TASK DIRECTIONS
Note each line in the data below that holds "False", and copy it.

(Items listed in a dataset)
....................

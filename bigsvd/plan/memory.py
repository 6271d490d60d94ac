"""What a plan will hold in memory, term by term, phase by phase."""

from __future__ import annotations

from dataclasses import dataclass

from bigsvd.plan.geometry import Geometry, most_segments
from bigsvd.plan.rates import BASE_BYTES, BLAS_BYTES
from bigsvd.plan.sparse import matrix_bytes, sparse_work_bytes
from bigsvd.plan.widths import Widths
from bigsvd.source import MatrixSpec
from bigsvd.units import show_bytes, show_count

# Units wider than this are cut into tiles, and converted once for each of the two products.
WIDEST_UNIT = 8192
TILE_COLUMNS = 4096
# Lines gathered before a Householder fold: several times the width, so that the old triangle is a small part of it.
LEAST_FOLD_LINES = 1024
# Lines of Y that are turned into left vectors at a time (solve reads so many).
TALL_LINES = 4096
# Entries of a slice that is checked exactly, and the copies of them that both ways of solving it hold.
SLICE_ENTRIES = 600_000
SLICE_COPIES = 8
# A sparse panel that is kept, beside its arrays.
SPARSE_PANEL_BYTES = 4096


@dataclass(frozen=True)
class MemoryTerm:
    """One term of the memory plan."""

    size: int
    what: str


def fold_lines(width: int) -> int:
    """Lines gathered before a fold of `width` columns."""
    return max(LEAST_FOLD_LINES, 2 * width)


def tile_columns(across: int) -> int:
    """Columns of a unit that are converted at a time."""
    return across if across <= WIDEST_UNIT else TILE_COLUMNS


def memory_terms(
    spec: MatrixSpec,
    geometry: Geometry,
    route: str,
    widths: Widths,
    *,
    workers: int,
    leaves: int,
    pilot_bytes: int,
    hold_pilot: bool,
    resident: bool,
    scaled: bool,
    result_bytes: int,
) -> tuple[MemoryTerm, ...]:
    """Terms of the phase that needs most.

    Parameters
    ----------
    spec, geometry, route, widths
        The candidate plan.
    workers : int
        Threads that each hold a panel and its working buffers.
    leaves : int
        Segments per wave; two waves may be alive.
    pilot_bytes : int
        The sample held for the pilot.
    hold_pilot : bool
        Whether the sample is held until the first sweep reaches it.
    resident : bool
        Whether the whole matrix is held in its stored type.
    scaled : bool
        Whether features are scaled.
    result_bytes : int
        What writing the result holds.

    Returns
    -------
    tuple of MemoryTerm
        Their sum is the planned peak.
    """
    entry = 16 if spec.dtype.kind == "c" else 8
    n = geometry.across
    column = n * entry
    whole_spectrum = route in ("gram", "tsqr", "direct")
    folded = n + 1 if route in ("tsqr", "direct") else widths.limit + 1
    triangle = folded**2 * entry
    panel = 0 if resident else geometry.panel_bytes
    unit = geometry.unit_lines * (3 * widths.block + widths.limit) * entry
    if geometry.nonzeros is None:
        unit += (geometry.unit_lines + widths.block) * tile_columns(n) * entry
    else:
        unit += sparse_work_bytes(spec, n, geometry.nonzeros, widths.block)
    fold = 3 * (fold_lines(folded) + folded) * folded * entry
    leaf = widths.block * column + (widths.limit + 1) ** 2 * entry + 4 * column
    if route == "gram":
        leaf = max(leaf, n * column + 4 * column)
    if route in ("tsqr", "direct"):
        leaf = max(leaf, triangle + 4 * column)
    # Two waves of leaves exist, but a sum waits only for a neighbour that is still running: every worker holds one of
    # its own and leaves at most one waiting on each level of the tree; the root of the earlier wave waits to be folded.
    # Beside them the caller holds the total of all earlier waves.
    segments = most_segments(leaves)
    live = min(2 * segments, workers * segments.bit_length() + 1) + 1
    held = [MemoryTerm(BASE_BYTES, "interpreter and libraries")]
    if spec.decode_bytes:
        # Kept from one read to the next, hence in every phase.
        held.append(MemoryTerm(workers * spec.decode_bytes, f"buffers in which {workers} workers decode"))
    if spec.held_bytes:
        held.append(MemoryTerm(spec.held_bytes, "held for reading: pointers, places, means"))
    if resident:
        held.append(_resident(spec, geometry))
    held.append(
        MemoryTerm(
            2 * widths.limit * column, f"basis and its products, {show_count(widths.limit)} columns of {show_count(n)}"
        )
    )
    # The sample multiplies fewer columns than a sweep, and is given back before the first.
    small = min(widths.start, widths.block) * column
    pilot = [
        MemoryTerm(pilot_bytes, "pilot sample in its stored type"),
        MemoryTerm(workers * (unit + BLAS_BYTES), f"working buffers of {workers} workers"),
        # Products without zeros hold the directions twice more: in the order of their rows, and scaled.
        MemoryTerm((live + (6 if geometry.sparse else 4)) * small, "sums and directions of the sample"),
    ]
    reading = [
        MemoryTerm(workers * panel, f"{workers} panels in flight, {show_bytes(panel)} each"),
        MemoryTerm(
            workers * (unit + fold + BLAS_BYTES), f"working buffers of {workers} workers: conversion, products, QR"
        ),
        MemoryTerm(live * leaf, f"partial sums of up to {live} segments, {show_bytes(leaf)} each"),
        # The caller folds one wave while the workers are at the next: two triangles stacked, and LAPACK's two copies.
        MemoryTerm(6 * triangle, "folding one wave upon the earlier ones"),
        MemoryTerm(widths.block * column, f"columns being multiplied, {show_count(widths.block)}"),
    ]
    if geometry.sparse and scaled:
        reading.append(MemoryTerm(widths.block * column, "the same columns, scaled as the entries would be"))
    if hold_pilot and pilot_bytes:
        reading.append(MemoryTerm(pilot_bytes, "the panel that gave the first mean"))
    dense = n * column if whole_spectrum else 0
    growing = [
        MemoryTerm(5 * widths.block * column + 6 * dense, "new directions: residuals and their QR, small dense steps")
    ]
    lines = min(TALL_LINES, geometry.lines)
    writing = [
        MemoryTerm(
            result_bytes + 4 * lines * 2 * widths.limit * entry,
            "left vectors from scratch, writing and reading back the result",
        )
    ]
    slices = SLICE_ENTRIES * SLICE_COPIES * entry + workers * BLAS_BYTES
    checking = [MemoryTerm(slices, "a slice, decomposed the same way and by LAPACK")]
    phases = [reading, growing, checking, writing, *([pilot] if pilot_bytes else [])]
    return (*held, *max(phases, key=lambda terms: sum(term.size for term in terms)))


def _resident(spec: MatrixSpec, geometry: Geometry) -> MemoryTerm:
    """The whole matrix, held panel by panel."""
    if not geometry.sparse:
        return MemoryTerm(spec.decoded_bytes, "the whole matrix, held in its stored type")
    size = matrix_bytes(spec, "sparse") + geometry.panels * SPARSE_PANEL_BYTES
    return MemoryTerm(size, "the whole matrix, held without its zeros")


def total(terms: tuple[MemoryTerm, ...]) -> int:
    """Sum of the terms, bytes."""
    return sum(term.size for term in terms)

....................

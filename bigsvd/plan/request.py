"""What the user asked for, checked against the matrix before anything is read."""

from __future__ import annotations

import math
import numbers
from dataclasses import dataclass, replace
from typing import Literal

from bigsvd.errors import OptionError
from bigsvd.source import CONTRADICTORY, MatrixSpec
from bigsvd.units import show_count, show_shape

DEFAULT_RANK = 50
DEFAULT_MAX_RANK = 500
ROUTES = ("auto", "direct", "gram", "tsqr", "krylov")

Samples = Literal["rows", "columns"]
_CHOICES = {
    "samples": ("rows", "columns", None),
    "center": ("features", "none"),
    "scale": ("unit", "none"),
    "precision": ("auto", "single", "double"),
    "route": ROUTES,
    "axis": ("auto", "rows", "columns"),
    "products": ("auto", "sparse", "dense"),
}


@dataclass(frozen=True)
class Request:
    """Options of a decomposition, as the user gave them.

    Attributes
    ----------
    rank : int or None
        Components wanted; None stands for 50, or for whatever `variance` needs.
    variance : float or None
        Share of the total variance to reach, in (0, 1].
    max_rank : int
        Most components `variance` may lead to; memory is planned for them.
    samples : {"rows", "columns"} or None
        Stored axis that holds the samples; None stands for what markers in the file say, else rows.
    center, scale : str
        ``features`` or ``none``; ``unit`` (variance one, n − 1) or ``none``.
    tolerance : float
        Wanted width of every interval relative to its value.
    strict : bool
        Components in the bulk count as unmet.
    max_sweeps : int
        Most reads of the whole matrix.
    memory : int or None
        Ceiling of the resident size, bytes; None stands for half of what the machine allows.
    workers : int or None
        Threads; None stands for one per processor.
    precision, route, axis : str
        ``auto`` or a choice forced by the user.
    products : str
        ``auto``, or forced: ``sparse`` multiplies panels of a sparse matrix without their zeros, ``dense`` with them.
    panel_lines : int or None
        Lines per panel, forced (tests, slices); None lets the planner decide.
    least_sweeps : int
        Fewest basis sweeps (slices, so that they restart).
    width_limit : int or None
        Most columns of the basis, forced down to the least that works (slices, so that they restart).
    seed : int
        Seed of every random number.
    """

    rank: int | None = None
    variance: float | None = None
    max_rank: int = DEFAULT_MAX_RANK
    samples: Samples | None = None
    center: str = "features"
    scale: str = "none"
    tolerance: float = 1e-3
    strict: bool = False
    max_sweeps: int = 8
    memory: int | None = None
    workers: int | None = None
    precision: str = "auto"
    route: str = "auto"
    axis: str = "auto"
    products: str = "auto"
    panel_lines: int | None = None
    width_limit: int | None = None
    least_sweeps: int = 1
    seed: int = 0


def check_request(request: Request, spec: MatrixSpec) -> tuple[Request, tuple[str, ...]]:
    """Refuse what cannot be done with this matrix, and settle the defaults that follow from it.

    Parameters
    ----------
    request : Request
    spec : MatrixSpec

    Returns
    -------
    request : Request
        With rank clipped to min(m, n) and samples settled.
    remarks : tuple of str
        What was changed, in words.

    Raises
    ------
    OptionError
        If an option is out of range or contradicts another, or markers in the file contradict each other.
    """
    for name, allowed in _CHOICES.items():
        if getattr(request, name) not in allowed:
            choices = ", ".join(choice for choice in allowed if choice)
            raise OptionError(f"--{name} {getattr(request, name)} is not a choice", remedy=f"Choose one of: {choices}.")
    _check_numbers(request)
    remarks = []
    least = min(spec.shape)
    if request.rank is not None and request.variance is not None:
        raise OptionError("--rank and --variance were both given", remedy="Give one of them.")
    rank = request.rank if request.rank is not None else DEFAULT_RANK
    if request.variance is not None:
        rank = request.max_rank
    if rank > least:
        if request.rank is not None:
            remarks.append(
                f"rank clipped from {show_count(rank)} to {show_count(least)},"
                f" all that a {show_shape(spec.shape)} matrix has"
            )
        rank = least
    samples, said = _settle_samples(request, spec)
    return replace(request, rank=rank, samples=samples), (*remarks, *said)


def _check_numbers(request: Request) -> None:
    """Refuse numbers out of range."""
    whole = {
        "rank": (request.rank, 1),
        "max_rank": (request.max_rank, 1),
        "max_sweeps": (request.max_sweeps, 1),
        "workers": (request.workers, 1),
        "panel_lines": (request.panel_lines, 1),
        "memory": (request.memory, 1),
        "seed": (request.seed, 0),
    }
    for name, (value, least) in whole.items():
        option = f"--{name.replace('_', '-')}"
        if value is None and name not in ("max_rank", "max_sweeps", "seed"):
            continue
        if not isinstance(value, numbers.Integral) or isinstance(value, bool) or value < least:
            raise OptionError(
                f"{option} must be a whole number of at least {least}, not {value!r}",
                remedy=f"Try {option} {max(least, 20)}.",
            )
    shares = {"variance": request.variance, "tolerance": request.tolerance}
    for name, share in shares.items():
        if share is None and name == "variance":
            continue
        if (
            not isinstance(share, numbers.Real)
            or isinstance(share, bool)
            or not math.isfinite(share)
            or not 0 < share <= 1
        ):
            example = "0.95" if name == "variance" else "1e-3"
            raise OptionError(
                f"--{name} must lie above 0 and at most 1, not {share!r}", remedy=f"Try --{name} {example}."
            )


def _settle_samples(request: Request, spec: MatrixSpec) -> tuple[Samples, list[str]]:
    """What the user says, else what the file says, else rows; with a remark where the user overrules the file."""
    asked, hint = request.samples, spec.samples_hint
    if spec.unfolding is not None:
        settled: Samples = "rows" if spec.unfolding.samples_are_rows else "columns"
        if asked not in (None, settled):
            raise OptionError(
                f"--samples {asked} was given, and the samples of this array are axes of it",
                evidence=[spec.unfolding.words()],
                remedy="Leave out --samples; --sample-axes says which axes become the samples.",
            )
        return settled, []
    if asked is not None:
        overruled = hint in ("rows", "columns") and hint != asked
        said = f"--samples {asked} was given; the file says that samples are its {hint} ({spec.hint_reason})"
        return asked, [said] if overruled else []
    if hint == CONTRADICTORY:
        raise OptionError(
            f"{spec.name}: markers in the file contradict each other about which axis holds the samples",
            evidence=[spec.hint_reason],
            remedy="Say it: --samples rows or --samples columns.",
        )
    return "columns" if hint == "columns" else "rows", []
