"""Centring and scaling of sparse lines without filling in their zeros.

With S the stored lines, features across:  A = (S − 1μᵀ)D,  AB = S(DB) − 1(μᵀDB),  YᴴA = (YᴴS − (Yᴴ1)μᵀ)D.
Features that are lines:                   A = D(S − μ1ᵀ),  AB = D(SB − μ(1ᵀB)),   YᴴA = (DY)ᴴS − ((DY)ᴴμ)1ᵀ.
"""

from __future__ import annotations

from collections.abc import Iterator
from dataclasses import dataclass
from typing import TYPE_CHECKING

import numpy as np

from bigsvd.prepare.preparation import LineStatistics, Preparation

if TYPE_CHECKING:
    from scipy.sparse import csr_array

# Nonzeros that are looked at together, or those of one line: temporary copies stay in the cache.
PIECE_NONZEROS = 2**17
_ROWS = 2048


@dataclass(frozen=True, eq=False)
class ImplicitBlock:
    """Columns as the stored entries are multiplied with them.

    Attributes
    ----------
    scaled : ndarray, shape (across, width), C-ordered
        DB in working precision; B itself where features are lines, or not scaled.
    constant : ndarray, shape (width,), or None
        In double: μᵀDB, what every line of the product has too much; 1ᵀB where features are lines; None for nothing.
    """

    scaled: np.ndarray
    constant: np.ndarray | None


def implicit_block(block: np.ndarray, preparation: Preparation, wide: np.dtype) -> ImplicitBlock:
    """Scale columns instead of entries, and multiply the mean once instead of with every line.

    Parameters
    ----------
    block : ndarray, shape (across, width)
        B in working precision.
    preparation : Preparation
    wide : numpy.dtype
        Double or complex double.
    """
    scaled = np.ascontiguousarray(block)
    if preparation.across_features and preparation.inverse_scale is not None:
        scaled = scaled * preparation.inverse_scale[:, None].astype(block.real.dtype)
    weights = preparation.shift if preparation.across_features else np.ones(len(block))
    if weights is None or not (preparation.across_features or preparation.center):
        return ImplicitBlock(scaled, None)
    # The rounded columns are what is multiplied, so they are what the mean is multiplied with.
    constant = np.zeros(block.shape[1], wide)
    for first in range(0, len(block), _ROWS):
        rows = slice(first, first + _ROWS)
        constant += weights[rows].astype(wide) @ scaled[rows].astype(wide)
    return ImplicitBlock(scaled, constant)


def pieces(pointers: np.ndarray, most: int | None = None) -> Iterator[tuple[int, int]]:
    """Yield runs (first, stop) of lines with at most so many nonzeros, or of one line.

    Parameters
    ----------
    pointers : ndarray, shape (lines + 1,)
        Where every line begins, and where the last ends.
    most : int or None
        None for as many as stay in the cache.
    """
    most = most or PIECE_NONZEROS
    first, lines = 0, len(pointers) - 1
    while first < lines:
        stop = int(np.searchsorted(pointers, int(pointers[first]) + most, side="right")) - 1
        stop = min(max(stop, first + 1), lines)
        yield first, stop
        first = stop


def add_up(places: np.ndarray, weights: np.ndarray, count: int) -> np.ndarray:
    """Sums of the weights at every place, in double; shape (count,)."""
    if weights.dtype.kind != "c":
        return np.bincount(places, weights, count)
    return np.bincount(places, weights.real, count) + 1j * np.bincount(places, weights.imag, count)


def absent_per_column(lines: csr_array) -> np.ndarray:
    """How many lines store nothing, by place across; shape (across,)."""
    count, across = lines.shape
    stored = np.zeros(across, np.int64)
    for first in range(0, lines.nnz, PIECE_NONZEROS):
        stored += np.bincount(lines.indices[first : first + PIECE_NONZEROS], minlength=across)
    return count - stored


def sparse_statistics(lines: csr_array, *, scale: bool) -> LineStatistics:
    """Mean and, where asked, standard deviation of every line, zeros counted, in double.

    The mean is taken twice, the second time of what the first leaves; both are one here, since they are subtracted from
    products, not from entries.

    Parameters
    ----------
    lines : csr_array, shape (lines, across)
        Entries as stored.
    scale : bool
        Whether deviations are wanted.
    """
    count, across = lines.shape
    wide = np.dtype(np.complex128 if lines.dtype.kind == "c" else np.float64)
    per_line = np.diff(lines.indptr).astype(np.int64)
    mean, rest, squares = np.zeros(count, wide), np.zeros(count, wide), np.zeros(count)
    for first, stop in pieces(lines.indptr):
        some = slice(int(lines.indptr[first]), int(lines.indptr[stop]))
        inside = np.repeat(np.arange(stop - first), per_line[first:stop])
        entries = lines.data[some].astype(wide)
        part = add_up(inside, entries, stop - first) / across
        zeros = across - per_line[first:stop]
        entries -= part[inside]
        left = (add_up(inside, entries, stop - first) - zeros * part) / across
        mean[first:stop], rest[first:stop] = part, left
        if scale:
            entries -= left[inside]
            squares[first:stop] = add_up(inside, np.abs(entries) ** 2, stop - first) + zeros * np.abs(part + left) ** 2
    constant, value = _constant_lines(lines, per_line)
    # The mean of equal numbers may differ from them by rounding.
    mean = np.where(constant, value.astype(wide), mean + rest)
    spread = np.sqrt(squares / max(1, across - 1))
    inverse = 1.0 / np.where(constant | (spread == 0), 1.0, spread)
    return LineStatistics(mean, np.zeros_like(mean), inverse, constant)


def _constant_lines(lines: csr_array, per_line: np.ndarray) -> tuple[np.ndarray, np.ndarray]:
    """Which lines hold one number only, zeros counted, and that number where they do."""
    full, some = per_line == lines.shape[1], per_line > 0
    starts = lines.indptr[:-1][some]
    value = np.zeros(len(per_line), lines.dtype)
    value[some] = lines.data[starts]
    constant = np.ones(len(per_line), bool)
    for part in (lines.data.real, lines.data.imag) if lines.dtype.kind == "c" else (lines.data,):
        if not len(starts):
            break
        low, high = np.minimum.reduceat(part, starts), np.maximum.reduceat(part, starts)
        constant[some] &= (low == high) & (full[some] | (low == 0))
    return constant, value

....................

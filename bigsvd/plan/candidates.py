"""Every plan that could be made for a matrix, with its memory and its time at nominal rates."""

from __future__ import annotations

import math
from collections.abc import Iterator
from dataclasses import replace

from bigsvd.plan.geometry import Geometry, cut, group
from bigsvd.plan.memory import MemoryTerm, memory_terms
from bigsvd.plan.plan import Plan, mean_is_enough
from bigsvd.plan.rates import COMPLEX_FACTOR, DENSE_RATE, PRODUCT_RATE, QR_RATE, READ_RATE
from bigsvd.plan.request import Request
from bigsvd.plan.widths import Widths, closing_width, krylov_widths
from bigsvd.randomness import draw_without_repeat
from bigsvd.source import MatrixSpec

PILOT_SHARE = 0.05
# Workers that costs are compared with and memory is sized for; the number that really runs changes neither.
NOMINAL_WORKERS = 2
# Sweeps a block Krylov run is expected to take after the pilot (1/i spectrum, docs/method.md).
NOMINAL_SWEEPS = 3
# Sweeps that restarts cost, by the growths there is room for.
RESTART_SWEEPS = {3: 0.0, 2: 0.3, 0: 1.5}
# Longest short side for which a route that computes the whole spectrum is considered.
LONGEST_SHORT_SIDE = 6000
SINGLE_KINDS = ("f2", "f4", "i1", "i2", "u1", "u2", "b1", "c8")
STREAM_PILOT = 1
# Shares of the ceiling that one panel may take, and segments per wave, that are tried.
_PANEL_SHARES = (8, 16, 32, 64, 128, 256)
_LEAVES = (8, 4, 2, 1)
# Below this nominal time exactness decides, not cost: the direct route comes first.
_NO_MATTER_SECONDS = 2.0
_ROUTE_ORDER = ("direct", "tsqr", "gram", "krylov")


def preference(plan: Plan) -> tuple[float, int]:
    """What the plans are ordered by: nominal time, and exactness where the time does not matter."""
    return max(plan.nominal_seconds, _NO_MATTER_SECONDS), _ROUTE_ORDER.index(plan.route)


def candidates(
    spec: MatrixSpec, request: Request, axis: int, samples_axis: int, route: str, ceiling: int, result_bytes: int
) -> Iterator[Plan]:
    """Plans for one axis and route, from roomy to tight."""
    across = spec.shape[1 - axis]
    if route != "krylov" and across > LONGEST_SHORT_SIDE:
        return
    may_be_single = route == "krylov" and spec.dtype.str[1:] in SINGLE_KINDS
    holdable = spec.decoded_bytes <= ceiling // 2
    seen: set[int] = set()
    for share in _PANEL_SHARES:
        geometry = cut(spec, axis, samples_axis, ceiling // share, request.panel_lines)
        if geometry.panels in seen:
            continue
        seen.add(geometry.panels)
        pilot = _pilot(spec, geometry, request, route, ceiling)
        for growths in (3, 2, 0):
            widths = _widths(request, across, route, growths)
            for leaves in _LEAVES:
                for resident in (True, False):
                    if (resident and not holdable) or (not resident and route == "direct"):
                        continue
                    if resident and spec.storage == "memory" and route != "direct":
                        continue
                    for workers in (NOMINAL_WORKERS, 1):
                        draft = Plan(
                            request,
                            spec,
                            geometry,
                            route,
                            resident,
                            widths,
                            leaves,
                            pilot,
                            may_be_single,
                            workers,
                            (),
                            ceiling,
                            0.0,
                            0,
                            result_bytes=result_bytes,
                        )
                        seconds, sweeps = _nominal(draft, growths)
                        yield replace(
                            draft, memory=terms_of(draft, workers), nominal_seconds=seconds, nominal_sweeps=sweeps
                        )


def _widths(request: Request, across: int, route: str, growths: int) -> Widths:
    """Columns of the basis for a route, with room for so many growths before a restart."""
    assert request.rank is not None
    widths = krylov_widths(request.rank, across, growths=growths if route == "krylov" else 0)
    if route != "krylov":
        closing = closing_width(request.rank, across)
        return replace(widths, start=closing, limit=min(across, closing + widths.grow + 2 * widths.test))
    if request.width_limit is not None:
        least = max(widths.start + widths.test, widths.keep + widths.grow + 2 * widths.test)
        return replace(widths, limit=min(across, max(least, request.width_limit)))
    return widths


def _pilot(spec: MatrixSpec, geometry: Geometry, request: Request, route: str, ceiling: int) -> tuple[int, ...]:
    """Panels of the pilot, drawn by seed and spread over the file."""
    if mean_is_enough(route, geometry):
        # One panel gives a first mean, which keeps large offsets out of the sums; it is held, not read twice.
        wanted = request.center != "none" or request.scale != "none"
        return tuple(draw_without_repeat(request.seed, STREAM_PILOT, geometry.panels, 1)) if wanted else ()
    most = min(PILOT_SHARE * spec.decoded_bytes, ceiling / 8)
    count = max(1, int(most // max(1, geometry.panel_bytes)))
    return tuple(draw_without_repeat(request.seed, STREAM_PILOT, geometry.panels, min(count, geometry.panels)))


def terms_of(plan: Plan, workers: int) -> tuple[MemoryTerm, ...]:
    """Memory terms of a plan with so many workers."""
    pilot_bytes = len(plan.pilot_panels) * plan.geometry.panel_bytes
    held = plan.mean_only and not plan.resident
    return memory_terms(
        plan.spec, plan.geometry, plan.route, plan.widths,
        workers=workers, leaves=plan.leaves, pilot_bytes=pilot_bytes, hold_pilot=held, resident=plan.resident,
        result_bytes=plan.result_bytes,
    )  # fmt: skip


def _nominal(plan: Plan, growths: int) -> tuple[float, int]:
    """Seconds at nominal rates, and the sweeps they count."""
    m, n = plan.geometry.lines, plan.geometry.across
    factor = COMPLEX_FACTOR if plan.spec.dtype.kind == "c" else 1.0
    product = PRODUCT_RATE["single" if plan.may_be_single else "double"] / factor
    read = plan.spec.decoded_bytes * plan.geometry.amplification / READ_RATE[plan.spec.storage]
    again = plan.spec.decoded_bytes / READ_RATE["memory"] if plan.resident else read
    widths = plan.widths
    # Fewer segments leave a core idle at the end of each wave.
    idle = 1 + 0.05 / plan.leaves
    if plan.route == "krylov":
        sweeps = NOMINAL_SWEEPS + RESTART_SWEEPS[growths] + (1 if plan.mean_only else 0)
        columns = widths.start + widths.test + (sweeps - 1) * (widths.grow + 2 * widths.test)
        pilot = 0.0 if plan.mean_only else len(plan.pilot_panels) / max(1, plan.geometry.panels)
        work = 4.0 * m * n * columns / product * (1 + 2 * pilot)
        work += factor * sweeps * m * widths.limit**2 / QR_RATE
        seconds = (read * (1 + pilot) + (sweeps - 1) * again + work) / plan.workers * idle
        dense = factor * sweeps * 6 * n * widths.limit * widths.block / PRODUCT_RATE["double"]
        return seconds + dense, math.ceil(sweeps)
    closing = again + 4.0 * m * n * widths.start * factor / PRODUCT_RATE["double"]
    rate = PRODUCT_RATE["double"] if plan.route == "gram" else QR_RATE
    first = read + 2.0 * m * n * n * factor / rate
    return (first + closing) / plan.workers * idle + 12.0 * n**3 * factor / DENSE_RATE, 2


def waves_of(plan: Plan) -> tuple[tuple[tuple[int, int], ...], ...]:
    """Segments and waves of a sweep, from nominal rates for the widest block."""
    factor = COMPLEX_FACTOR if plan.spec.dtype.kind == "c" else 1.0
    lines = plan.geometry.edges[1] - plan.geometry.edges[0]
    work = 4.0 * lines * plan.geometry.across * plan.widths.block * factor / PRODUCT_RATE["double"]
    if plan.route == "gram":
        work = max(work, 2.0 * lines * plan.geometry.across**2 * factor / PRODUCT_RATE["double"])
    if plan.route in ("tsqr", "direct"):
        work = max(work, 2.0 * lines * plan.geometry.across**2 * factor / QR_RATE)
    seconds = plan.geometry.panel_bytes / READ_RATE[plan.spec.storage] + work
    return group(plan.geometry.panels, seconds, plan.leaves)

....................

ANSWER
    strict: bool = False
@dataclass(frozen=True, eq=False)
                for resident in (True, False):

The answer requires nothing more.